The $30 Mn investment will be used for further development of the technology and launching multiple multiple private labels in the modular solutions space across 30 markets in India and in Southeast Asia. The company claimed that each of these labels will be designed to meet a different functional, aesthetic or price point needs of customers.

A part of the fund will also be used to onboard over 2500 ecosystem partners including franchisees, original equipment manufacturers (OEMs), modular furniture, kitchen and wardrobe brands, and more in the next nine months.

The design and decor service provider had launched Neo towards the end of 2019. The company, during its pilot run, noted that the productivity of the designers and installers had doubled. Meanwhile, the utilisation for onboarded Livspace manufacturing partners has nearly tripled from 25-30% to 80% leading to higher profits. Raw material suppliers, too, enjoy a steady and greater inflow of business and ease of digitally managing logistics, the company said in its press release.

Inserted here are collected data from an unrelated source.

def compare_weighting_schemes(
    Y: Any,
    coords: Any,
    *,
    schemes: Any = None,
    alpha: float = 0.05,
    n_permutations: int = 999,
    seed: None | int | np.random.Generator = None,
    conditioning: Any = None,
    keep: str = "positive",
    ceiling: str = "strict",
    max_vectors: int | None = None,
    engine: str = "local",
    scheduler: Any = None,
    n_workers: int | None = None,
    progress: Callable[[str], None] | None = None,
    sequential_steps: bool = False,
    decision_risk: float = 1e-3,
    shared_steps: bool = False,
) -> WeightingComparison:
    """Choose the spatial weighting scheme whose selected eigenvectors explain most variation.

    For each scheme, spatial eigenvectors are built and their global model tested; a scheme
    counts only if its p ≤ α' = 1 − (1 − α)^(1/k) for the k schemes tried (Bauman, Drouet,
    Fortin & Dray 2018, Ecology 99:2159–2166). Forward selection (double stopping, stepwise
    level α) runs under each significant scheme; the one with the largest adjusted R² of its
    selected vectors is chosen.

    Parameters
    ----------
    Y : array-like or DataFrame, shape (n_sites, n_responses)
        Response, rows in the order of ``coords``. Remove a linear trend first (or pass it as
        ``conditioning``) when there is one.
    coords : (n, 2) array, DataFrame[x, y] or Survey
        Site coordinates in map units.
    schemes : sequence of str, or mapping of name to str or SpatialBasis, optional
        ``"<graph>/<weighting>"`` (graph: a :func:`neighbour_graph` method; weighting: binary,
        linear, concave_down, concave_up — the concave ones as ``"gabriel/concave_down:0.5"``
        with the exponent) or ``"distance"`` (distance-based eigenvectors). A mapping names
        each scheme and may give a prebuilt basis (e.g. a k-nearest-neighbour graph's, whose
        ``keep`` is then the caller's choice). Default :data:`DEFAULT_SCHEMES` (8 schemes).
    alpha : float, default 0.05
        Family-wise level.
    n_permutations : int, default 999
        Permutations per test; must allow p-values ≤ α'.
    seed : None, int or numpy.random.Generator
        Each scheme gets its own stream derived from it and from the scheme's name, so a
        scheme's p-values do not depend on which other schemes are compared.
    conditioning : array-like or DataFrame, optional
        Variables removed first (all tests partial).
    keep : {"positive", "negative", "all"}
        Which eigenvectors are candidates (by the sign of their Moran's I).
    ceiling : {"strict", "keep_last"}
        Adjusted-R² stopping rule of the forward selections (see :func:`forward_selection`).
    max_vectors : int, optional
        Keep at most this many of the broadest eigenvectors per scheme (required above
        :data:`spatial_ev.space.eigen.DENSE_LIMIT` sites, where the Lanczos path computes only them).
    engine : {"local", "processes", "dask"}
        ``"local"``: the schemes one after the other, each test's permutation batches on this
        process's threads. ``"processes"`` / ``"dask"``: each scheme is one task (its
        eigenvectors, global test and selection) on local worker processes or a dask cluster
        (:func:`spatial_ev.inference.engines.run_tasks`), the survey shipped once per worker.
        The same seed gives the same comparison on every engine and worker count.
    scheduler : str or distributed.Client, optional
        With ``engine="dask"``: the scheduler address or Client.
    n_workers : int, optional
        Worker processes (``"processes"``) or temporary dask workers (default: one per core);
        ignored by ``"local"``.
    progress : callable, optional
        Called with a short message: each scheme's stages (``"local"``), or how many schemes
        are done (worker engines).
    sequential_steps : bool, default False
        Step tests of the forward selections stop drawing once "p ≤ α?" is settled, as in
        :func:`~spatial_ev.selection.forward.forward_selection`; the global tests of the
        schemes always draw the full count.
    decision_risk : float, default 0.001
        The bound ε of the sequential rule.
    shared_steps : bool, default False
        Each scheme's forward selection tests every step on one shared set of permutations,
        as in :func:`~spatial_ev.selection.forward.forward_selection`.

    Returns
    -------
    WeightingComparison

    Examples
    --------
    >>> rng = np.random.default_rng(20240611)
    >>> xy = rng.uniform(0, 100, size=(40, 2))
    >>> Y = np.sin(xy[:, :1] / 15) + 0.3 * rng.normal(size=(40, 1))
    >>> out = compare_weighting_schemes(Y, xy, schemes=["gabriel/binary", "distance"],
    ...                                 n_permutations=199, seed=1)  # doctest: +SKIP
    >>> out.best  # doctest: +SKIP
    'gabriel/binary'
    """
    Yarr, y_rows, _ = as_matrix("Y", Y, min_rows=3)
    parsed = check_schemes(schemes)
    alpha = check_real("alpha", alpha, low=0, high=1, low_inclusive=False, high_inclusive=False)
    n_permutations = check_int("n_permutations", n_permutations, low=1)
    check_option("keep", keep, ["positive", "negative", "all"])
    if max_vectors is not None:
        max_vectors = check_int("max_vectors", max_vectors, low=1)
    check_option("ceiling", ceiling, ["strict", "keep_last"])
    check_option("engine", engine, ENGINES)
    if engine != "dask" and scheduler is not None:
        raise InputError(f"parameter `scheduler` is only used with engine='dask'; got "
                         f"{scheduler!r} with engine={engine!r}")
    if n_workers is not None:
        n_workers = check_int("n_workers", n_workers, low=1)
    check_step_rule(sequential_steps, shared_steps)
    decision = SequentialRule.checked(alpha, risk=decision_risk) if sequential_steps else None
    k = len(parsed)
    level = sidak_level(alpha, k)
    if 1.0 / (n_permutations + 1) > level:
        need = int(np.ceil(1.0 / level)) - 1
        raise InputError(f"n_permutations = {n_permutations} cannot reach the corrected level "
                         f"{level:.6f} for {k} schemes (smallest p is 1/(N + 1)); use at least "
                         f"{need} permutations, or fewer schemes")
    cond = None
    if conditioning is not None:
        cond, rows, _ = as_matrix("conditioning", conditioning)
        check_rows("conditioning", cond, rows, Yarr.shape[0], y_rows)
    Yc = Yarr - Yarr.mean(axis=0)
    root = check_rng(seed).spawn(1)[0].bit_generator.seed_seq

    parallel = engine != "local"
    # on worker engines each scheme is one task (its permutation tests run inside it); locally
    # the schemes run one after the other and their permutation batches use the threads
    run = SchemeRun(Yc=Yc, coords=coords, conditioning=cond, y_rows=y_rows, k=k, level=level,
                    alpha=alpha, n_permutations=n_permutations, root=root, keep=keep,
                    ceiling=ceiling, max_vectors=max_vectors, decision=decision,
                    shared=bool(shared_steps),
                    engine="local" if parallel else engine,
                    scheduler=None if parallel else scheduler,
                    progress=None if parallel else progress)

    def done(count: int, total: int) -> None:
        if progress is not None:
            progress(f"weighting schemes: {count} of {total} compared")

    outcomes = run_tasks(run, parsed, engine=engine, scheduler=scheduler,
                         n_workers=n_workers if parallel else 1,
                         progress=done if parallel else None)
    rows_out, best, best_sel, best_basis = [], None, None, None
    for (name, *_), (row, sel, basis, caught) in zip(parsed, outcomes):
        for message, category, filename, lineno in caught:   # in scheme order on any engine
            warnings.warn_explicit(message, category, filename, lineno,
                                   registry=_REISSUED)
        rows_out.append(row)
        if sel is not None and sel.selected and (best_sel is None or sel.r2_adj > best_sel.r2_adj):
            best, best_sel, best_basis = name, sel, basis
    table = pd.DataFrame(rows_out).set_index("scheme")
    if best is not None:
        table.loc[best, "chosen"] = True
    return WeightingComparison(table=table, best=best, selection=best_sel, basis=best_basis,
                               alpha=alpha, alpha_corrected=level, n_schemes=k)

Livspace was founded in 2014 by Anuj Srivastava and Ramakant Sharma. It is a curated marketplace for homeowners and home designers that provides an end-to-end home design experience. This includes an online marketplace for home interior solutions as well as software tools for designers to streamline workflow.

It currently has its presence across nine metro cities and designed over 20K homes. It marked its entry in Singapore last year. It had raised $90 Mn in Series D funding from Kharis Capital, Venturi Partners, FFP, Peugeot Group’s holding company and EDBI, Ingka Investments, TPG Growth, Goldman Sachs, UC-RNT and Bessemer Ventures.

The company planned to use that fund to expand its supply chain and presence across new markets, create fresh offerings and private labels in the Asia Pacific (APAC) regions. The company is also evaluating other countries such as Australia, Malaysia and Indonesia in the APAC region and the Middle East as its next markets.

Livspace’s top competitors include At Home Group, Pepperfry, Stokers, HomeLane and American Furniture Warehouse. HomeLane too is looking to expand its services to new markets and has been raising funding for the same. Last month, it raised over $8.1 Mn (INR 60 Cr) from Stride Ventures, Accel Partners, Sequoia Capital, Evolvence India and JSW Ventures.